Typically, the mode lock instability appears during the low density experiments. In shot 6201, for example, the plasma current is I_p = 135kA, the toroidal field is B_t = 2.1T, and the line- average electron density is = 0.7 × 10¹⁹m^-3, as shown in Fig. 1. Before the MHD instability is observed, the edge electron temperature drops down from 40eV to a few electron-volts, and the edge electron density increases. The rotation frequency slows down gradually from 5kHz to 3.1kHz, while the amplitude of the perturbation grows up. The mode lock instability appears after the MHD instability has developed for about 40ms. This MHD instability has also been observed at the central, channel soft X-ray which indicates that this perturbation is a global one. In this shot, the plasma current was not quenched by the disruption. This is because of the low density and the fast feedback control of plasma current. To observe the mode lock disruption in detail, the signals from 131ms to 139ms are shown in Fig. 2. After the mode lock instability has been triggered, in 2ms, a positive spike is observed on the central channel soft X-ray signal, within the time-scale of 0.2ms, and then the disruption takes place at 137ms. The positive spike indicates that the parallel energy of suprathermal electrons changes into perpendicular when the instability in the velocity-space occurs, and the energy is rapidly lost. Then the intensity of the soft X-ray decreases while the energy of thermal electrons is lost. The disruption makes the plasma current drops down to about 15%. On the other hand, the poloidal magnetic field at lower field side increases, while it decreases in the higher field side. A mode is locked at the lower field side, which is the typical phenomenon of the mode lock instability. During the disruption appearance, the plasma edge electron temperature and density undergo great changes. The electron temperature rises rapidly, which corresponds to electrons that lose their energy within the time-scale of about 0.1ms. After ~ 0.3ms, the edge temperature drops down to the original level and the edge density increases. This indicates that the energy loss ended and the particle loss started. The plasma stored energy and particles are rapidly lost within 1ms, but energy loss is faster than the particle one.

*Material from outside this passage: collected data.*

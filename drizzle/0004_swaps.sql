CREATE TABLE `listing_event` (
	`id` bigint unsigned AUTO_INCREMENT NOT NULL,
	`listing_id` bigint unsigned NOT NULL,
	`action` varchar(32) NOT NULL,
	`actor_id` varchar(255),
	`from_state` enum('open','reserved','handed-over','withdrawn','expired'),
	`to_state` enum('open','reserved','handed-over','withdrawn','expired') NOT NULL,
	`requester_id` varchar(255),
	`note` varchar(300) NOT NULL DEFAULT '',
	`at` datetime(3) NOT NULL,
	CONSTRAINT `listing_event_id` PRIMARY KEY(`id`)
);
--> statement-breakpoint
CREATE TABLE `listing` (
	`id` bigint unsigned AUTO_INCREMENT NOT NULL,
	`owner_id` varchar(255) NOT NULL,
	`kind` enum('offer','wanted') NOT NULL,
	`category` enum('plants','livestock','hardscape','equipment') NOT NULL,
	`title` varchar(120) NOT NULL,
	`species_id` bigint unsigned,
	`species_name` varchar(160) NOT NULL DEFAULT '',
	`quantity_amount` int NOT NULL,
	`quantity_unit` enum('stems','portions','pots','mat-cm2','individuals','pieces') NOT NULL,
	`condition_note` varchar(500) NOT NULL DEFAULT '',
	`description` text,
	`terms` enum('free','swap','token') NOT NULL DEFAULT 'free',
	`terms_note` varchar(160) NOT NULL DEFAULT '',
	`pickup_area_id` bigint unsigned,
	`pickup_near` boolean NOT NULL DEFAULT false,
	`lat` decimal(5,2) NOT NULL,
	`lng` decimal(6,2) NOT NULL,
	`tank_id` bigint unsigned,
	`state` enum('open','reserved','handed-over','withdrawn','expired') NOT NULL DEFAULT 'open',
	`available_until` datetime(3) NOT NULL,
	`reserved_thread_id` bigint unsigned,
	`reserved_requester_id` varchar(255),
	`reserved_at` datetime(3),
	`owner_confirmed_at` datetime(3),
	`requester_confirmed_at` datetime(3),
	`created_at` datetime(3) NOT NULL DEFAULT CURRENT_TIMESTAMP(3),
	`updated_at` datetime(3),
	CONSTRAINT `listing_id` PRIMARY KEY(`id`)
);
--> statement-breakpoint
CREATE TABLE `member_block` (
	`blocker_id` varchar(255) NOT NULL,
	`blocked_id` varchar(255) NOT NULL,
	`created_at` datetime(3) NOT NULL DEFAULT CURRENT_TIMESTAMP(3),
	CONSTRAINT `member_block_blocker_id_blocked_id_pk` PRIMARY KEY(`blocker_id`,`blocked_id`)
);
--> statement-breakpoint
CREATE TABLE `restricted_species` (
	`id` bigint unsigned AUTO_INCREMENT NOT NULL,
	`species_id` bigint unsigned NOT NULL,
	`jurisdiction` varchar(80) NOT NULL,
	`level` enum('banned','cautioned') NOT NULL,
	`source` varchar(300) NOT NULL,
	`note` varchar(500) NOT NULL DEFAULT '',
	`checked_on` date NOT NULL,
	`check_basis` enum('source','memory') NOT NULL,
	`created_at` datetime(3) NOT NULL DEFAULT CURRENT_TIMESTAMP(3),
	CONSTRAINT `restricted_species_id` PRIMARY KEY(`id`),
	CONSTRAINT `restricted_species_entry_idx` UNIQUE(`species_id`,`jurisdiction`)
);
--> statement-breakpoint
CREATE TABLE `swap_mail_state` (
	`user_id` varchar(255) NOT NULL,
	`summary_mailed_at` datetime(3),
	CONSTRAINT `swap_mail_state_user_id` PRIMARY KEY(`user_id`)
);
--> statement-breakpoint
CREATE TABLE `swap_message` (
	`id` bigint unsigned AUTO_INCREMENT NOT NULL,
	`thread_id` bigint unsigned NOT NULL,
	`sender_id` varchar(255),
	`recipient_id` varchar(255) NOT NULL,
	`kind` enum('text','proposal','confirm','event') NOT NULL,
	`body` text NOT NULL,
	`pickup_on` date,
	`pickup_from` varchar(5),
	`pickup_to` varchar(5),
	`pickup_place` varchar(200),
	`refers_to` bigint unsigned,
	`created_at` datetime(3) NOT NULL DEFAULT CURRENT_TIMESTAMP(3),
	`read_at` datetime(3),
	`notified_at` datetime(3),
	CONSTRAINT `swap_message_id` PRIMARY KEY(`id`)
);
--> statement-breakpoint
CREATE TABLE `swap_report` (
	`id` bigint unsigned AUTO_INCREMENT NOT NULL,
	`reporter_id` varchar(255) NOT NULL,
	`listing_id` bigint unsigned NOT NULL,
	`message_id` bigint unsigned,
	`thread_id` bigint unsigned,
	`reason` varchar(1000) NOT NULL,
	`excerpt` text NOT NULL,
	`state` enum('open','resolved','dismissed') NOT NULL DEFAULT 'open',
	`resolved_by_id` varchar(255),
	`resolved_at` datetime(3),
	`resolution` varchar(500) NOT NULL DEFAULT '',
	`created_at` datetime(3) NOT NULL DEFAULT CURRENT_TIMESTAMP(3),
	CONSTRAINT `swap_report_id` PRIMARY KEY(`id`)
);
--> statement-breakpoint
CREATE TABLE `swap_setting` (
	`name` varchar(64) NOT NULL,
	`value` json NOT NULL,
	CONSTRAINT `swap_setting_name` PRIMARY KEY(`name`)
);
--> statement-breakpoint
CREATE TABLE `swap_thread` (
	`id` bigint unsigned AUTO_INCREMENT NOT NULL,
	`listing_id` bigint unsigned NOT NULL,
	`owner_id` varchar(255) NOT NULL,
	`requester_id` varchar(255) NOT NULL,
	`created_at` datetime(3) NOT NULL DEFAULT CURRENT_TIMESTAMP(3),
	`last_message_at` datetime(3) NOT NULL,
	`owner_mailed_at` datetime(3),
	`requester_mailed_at` datetime(3),
	CONSTRAINT `swap_thread_id` PRIMARY KEY(`id`),
	CONSTRAINT `swap_thread_pair_idx` UNIQUE(`listing_id`,`requester_id`)
);
--> statement-breakpoint
ALTER TABLE `listing_event` ADD CONSTRAINT `listing_event_listing_id_listing_id_fk` FOREIGN KEY (`listing_id`) REFERENCES `listing`(`id`) ON DELETE cascade ON UPDATE no action;--> statement-breakpoint
ALTER TABLE `listing_event` ADD CONSTRAINT `listing_event_actor_id_user_id_fk` FOREIGN KEY (`actor_id`) REFERENCES `user`(`id`) ON DELETE set null ON UPDATE no action;--> statement-breakpoint
ALTER TABLE `listing_event` ADD CONSTRAINT `listing_event_requester_id_user_id_fk` FOREIGN KEY (`requester_id`) REFERENCES `user`(`id`) ON DELETE set null ON UPDATE no action;--> statement-breakpoint
ALTER TABLE `listing` ADD CONSTRAINT `listing_owner_id_user_id_fk` FOREIGN KEY (`owner_id`) REFERENCES `user`(`id`) ON DELETE no action ON UPDATE no action;--> statement-breakpoint
ALTER TABLE `listing` ADD CONSTRAINT `listing_species_id_species_id_fk` FOREIGN KEY (`species_id`) REFERENCES `species`(`id`) ON DELETE set null ON UPDATE no action;--> statement-breakpoint
ALTER TABLE `listing` ADD CONSTRAINT `listing_pickup_area_id_club_area_id_fk` FOREIGN KEY (`pickup_area_id`) REFERENCES `club_area`(`id`) ON DELETE set null ON UPDATE no action;--> statement-breakpoint
ALTER TABLE `listing` ADD CONSTRAINT `listing_tank_id_tank_id_fk` FOREIGN KEY (`tank_id`) REFERENCES `tank`(`id`) ON DELETE set null ON UPDATE no action;--> statement-breakpoint
ALTER TABLE `listing` ADD CONSTRAINT `listing_reserved_requester_id_user_id_fk` FOREIGN KEY (`reserved_requester_id`) REFERENCES `user`(`id`) ON DELETE no action ON UPDATE no action;--> statement-breakpoint
ALTER TABLE `member_block` ADD CONSTRAINT `member_block_blocker_id_user_id_fk` FOREIGN KEY (`blocker_id`) REFERENCES `user`(`id`) ON DELETE cascade ON UPDATE no action;--> statement-breakpoint
ALTER TABLE `member_block` ADD CONSTRAINT `member_block_blocked_id_user_id_fk` FOREIGN KEY (`blocked_id`) REFERENCES `user`(`id`) ON DELETE cascade ON UPDATE no action;--> statement-breakpoint
ALTER TABLE `restricted_species` ADD CONSTRAINT `restricted_species_species_id_species_id_fk` FOREIGN KEY (`species_id`) REFERENCES `species`(`id`) ON DELETE cascade ON UPDATE no action;--> statement-breakpoint
ALTER TABLE `swap_mail_state` ADD CONSTRAINT `swap_mail_state_user_id_user_id_fk` FOREIGN KEY (`user_id`) REFERENCES `user`(`id`) ON DELETE cascade ON UPDATE no action;--> statement-breakpoint
ALTER TABLE `swap_message` ADD CONSTRAINT `swap_message_thread_id_swap_thread_id_fk` FOREIGN KEY (`thread_id`) REFERENCES `swap_thread`(`id`) ON DELETE cascade ON UPDATE no action;--> statement-breakpoint
ALTER TABLE `swap_message` ADD CONSTRAINT `swap_message_sender_id_user_id_fk` FOREIGN KEY (`sender_id`) REFERENCES `user`(`id`) ON DELETE no action ON UPDATE no action;--> statement-breakpoint
ALTER TABLE `swap_message` ADD CONSTRAINT `swap_message_recipient_id_user_id_fk` FOREIGN KEY (`recipient_id`) REFERENCES `user`(`id`) ON DELETE no action ON UPDATE no action;--> statement-breakpoint
ALTER TABLE `swap_report` ADD CONSTRAINT `swap_report_reporter_id_user_id_fk` FOREIGN KEY (`reporter_id`) REFERENCES `user`(`id`) ON DELETE no action ON UPDATE no action;--> statement-breakpoint
ALTER TABLE `swap_report` ADD CONSTRAINT `swap_report_listing_id_listing_id_fk` FOREIGN KEY (`listing_id`) REFERENCES `listing`(`id`) ON DELETE cascade ON UPDATE no action;--> statement-breakpoint
ALTER TABLE `swap_report` ADD CONSTRAINT `swap_report_message_id_swap_message_id_fk` FOREIGN KEY (`message_id`) REFERENCES `swap_message`(`id`) ON DELETE set null ON UPDATE no action;--> statement-breakpoint
ALTER TABLE `swap_report` ADD CONSTRAINT `swap_report_thread_id_swap_thread_id_fk` FOREIGN KEY (`thread_id`) REFERENCES `swap_thread`(`id`) ON DELETE set null ON UPDATE no action;--> statement-breakpoint
ALTER TABLE `swap_report` ADD CONSTRAINT `swap_report_resolved_by_id_user_id_fk` FOREIGN KEY (`resolved_by_id`) REFERENCES `user`(`id`) ON DELETE no action ON UPDATE no action;--> statement-breakpoint
ALTER TABLE `swap_thread` ADD CONSTRAINT `swap_thread_listing_id_listing_id_fk` FOREIGN KEY (`listing_id`) REFERENCES `listing`(`id`) ON DELETE cascade ON UPDATE no action;--> statement-breakpoint
ALTER TABLE `swap_thread` ADD CONSTRAINT `swap_thread_owner_id_user_id_fk` FOREIGN KEY (`owner_id`) REFERENCES `user`(`id`) ON DELETE no action ON UPDATE no action;--> statement-breakpoint
ALTER TABLE `swap_thread` ADD CONSTRAINT `swap_thread_requester_id_user_id_fk` FOREIGN KEY (`requester_id`) REFERENCES `user`(`id`) ON DELETE no action ON UPDATE no action;--> statement-breakpoint
CREATE INDEX `listing_event_listing_idx` ON `listing_event` (`listing_id`,`at`);--> statement-breakpoint
CREATE INDEX `listing_nearby_idx` ON `listing` (`state`,`lat`,`lng`,`available_until`);--> statement-breakpoint
CREATE INDEX `listing_newest_idx` ON `listing` (`state`,`created_at`);--> statement-breakpoint
CREATE INDEX `listing_owner_idx` ON `listing` (`owner_id`,`state`);--> statement-breakpoint
CREATE INDEX `listing_requester_idx` ON `listing` (`reserved_requester_id`,`state`);--> statement-breakpoint
CREATE INDEX `member_block_blocked_idx` ON `member_block` (`blocked_id`);--> statement-breakpoint
CREATE INDEX `restricted_species_jurisdiction_idx` ON `restricted_species` (`jurisdiction`);--> statement-breakpoint
CREATE INDEX `swap_message_thread_idx` ON `swap_message` (`thread_id`,`id`);--> statement-breakpoint
CREATE INDEX `swap_message_unread_idx` ON `swap_message` (`recipient_id`,`read_at`);--> statement-breakpoint
CREATE INDEX `swap_message_mail_idx` ON `swap_message` (`notified_at`,`read_at`);--> statement-breakpoint
CREATE INDEX `swap_report_state_idx` ON `swap_report` (`state`,`created_at`);--> statement-breakpoint
CREATE INDEX `swap_report_thread_idx` ON `swap_report` (`thread_id`,`state`);--> statement-breakpoint
CREATE INDEX `swap_thread_requester_idx` ON `swap_thread` (`requester_id`,`last_message_at`);--> statement-breakpoint
CREATE INDEX `swap_thread_owner_idx` ON `swap_thread` (`owner_id`,`last_message_at`);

Another discharge with mode lock instability of low density is given in Fig. 3. In this shot, the plasma current is I_p = 135kA, toroidal field is B_t = 2.1T, and the line-average electron density is = 0.4 × 10¹⁹m^-3, respectively. During the existence of MHD activity (137ms-143ms), the instability caused two small positive spikes to appear in the central channel soft X-ray signal. Fig. 4 gives the detail of these waveforms related to the mode lock instability that takes place from 136ms to 152ms. A small positive spike is found at 138ms, and then the m=2 mode grows up. After ~ 5ms, the mode lock appears. A big positive spike is observed on soft X-ray before the disruption occurrence. The edge electron temperature rapidly increased during mode lock appearance. After several milliseconds, also the edge electron density increases subsequently, which indicates that the energy loss is faster than the particle one.

For comparing the mode lock instability with the normal MHD instabilities, typical diagnostic waveforms corresponding to high density discharges are given in Fig. 5. In this shot, the plasma current is I_p = 150kA, the toroidal field is B_t = 2.0T and the line-average electron density is = 7.0 × 10¹⁹m^-3, respectively. The edge temperature continuously drops and the edge density gradually increases with the rise of the electron density. The precursor oscillation appears at about 270ms. Major disruption takes place after a few minor disruptions. Finally, the discharge is suddenly stopped. The positive spikes on soft X-rays and locked mode have not been observed during high density disruption, which reveals that the suprathermal electrons are very low at high density discharges. For the discharges with high density, the MHD mode cannot be locked before the minor disruptions, as shown in Fig. 6. After the last minor disruptions, the edge temperature rises. It indicates that much of the stored energy is lost through the plasma edge. It is difference from that in mode locking discharges.

IV Conclusion

Mode lock instability on the HL-1M tokamak has been investigated in this paper. The precursor perturbations between mode lock instability and high-density disruption are compared. Locked mode instability often appears in very low density discharges ( < 1 × 10¹⁹m^-3). Magnetic perturbations on both soft-X rays and Mirnov signals simultaneously increase before mode locking. Their frequencies are the same and gradually decrease, indicating that the perturbation is a global one. The corresponding time-scale is about 10ms.

The rotation frequency is decreased to about 3kHz before mode locking in the HL-1M tokamak, which is consistent with the predication of theoretic model. Major disruption takes place after locked mode appears, within a few milliseconds. Plasma stored energy and particles are rapidly lost within 1ms, but energy loss is faster than the particle one. A sharp positive spike on central channel soft X-rays and current has been observed within the time-scale of 0.2ms during major disruption, which shows that the suprathermal electrons are lost faster than the thermal ones. The poloidal magnetic field at inside drops, while it increases outside, which represents that the MHD instability appears mainly at lower side of the magnetic field.

The best way to suppress the mode locking instability is to decrease the inherence error field in tokamaks and to increase the plasma density.

Acknowledgement

This research is partially supported by National Science Foundation of China under grant of No. 19889504.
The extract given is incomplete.